What the task requires
Your answer should contain every line of the records, transcribed word for word.

Given records

═══

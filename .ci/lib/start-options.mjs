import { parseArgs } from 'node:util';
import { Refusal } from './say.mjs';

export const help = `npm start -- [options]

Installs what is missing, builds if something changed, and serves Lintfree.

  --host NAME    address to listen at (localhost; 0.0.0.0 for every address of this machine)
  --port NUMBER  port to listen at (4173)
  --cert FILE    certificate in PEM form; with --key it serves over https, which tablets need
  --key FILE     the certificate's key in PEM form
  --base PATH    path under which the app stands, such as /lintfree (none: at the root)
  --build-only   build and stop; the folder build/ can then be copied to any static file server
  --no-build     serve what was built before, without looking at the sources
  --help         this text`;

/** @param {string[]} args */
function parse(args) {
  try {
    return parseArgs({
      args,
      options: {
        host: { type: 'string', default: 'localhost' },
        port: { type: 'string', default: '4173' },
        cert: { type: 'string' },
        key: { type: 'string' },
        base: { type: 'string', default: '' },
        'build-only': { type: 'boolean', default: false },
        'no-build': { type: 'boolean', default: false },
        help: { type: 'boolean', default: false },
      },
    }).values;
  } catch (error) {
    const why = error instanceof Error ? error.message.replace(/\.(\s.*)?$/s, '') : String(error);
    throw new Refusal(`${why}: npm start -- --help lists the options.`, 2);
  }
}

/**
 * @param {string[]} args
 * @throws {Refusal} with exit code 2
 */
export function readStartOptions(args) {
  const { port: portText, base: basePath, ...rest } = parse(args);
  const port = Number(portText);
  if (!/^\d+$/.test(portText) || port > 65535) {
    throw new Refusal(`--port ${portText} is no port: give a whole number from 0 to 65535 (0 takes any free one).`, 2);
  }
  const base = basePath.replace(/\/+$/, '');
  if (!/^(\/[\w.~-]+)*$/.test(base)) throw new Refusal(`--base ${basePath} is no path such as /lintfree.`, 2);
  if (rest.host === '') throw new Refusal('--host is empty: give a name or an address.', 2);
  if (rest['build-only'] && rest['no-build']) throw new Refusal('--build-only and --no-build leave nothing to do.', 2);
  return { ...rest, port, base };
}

═══

Exercise answer
filename .ci/lib/start-options.mjs
import { parseArgs } from 'node:util';
import { Refusal } from './say.mjs';

export const help = `npm start -- [options]

Installs what is missing, builds if something changed, and serves Lintfree.

  --host NAME    address to listen at (localhost; 0.0.0.0 for every address of this machine)
  --port NUMBER  port to listen at (4173)
  --cert FILE    certificate in PEM form; with --key it serves over https, which tablets need
  --key FILE     the certificate's key in PEM form
  --base PATH    path under which the app stands, such as /lintfree (none: at the root)
  --build-only   build and stop; the folder build/ can then be copied to any static file server
  --no-build     serve what was built before, without looking at the sources
  --help         this text`;

/** @param {string[]} args */
function parse(args) {
  try {
    return parseArgs({
      args,
      options: {
        host: { type: 'string', default: 'localhost' },
        port: { type: 'string', default: '4173' },
        cert: { type: 'string' },
        key: { type: 'string' },
        base: { type: 'string', default: '' },
        'build-only': { type: 'boolean', default: false },
        'no-build': { type: 'boolean', default: false },
        help: { type: 'boolean', default: false },
      },
    }).values;
  } catch (error) {
    const why = error instanceof Error ? error.message.replace(/\.(\s.*)?$/s, '') : String(error);
    throw new Refusal(`${why}: npm start -- --help lists the options.`, 2);
  }
}

/**
 * @param {string[]} args
 * @throws {Refusal} with exit code 2
 */
export function readStartOptions(args) {
  const { port: portText, base: basePath, ...rest } = parse(args);
  const port = Number(portText);
  if (!/^\d+$/.test(portText) || port > 65535) {
    throw new Refusal(`--port ${portText} is no port: give a whole number from 0 to 65535 (0 takes any free one).`, 2);
  }
  const base = basePath.replace(/\/+$/, '');
  if (!/^(\/[\w.~-]+)*$/.test(base)) throw new Refusal(`--base ${basePath} is no path such as /lintfree.`, 2);
  if (rest.host === '') throw new Refusal('--host is empty: give a name or an address.', 2);
  if (rest['build-only'] && rest['no-build']) throw new Refusal('--build-only and --no-build leave nothing to do.', 2);
  return { ...rest, port, base };
}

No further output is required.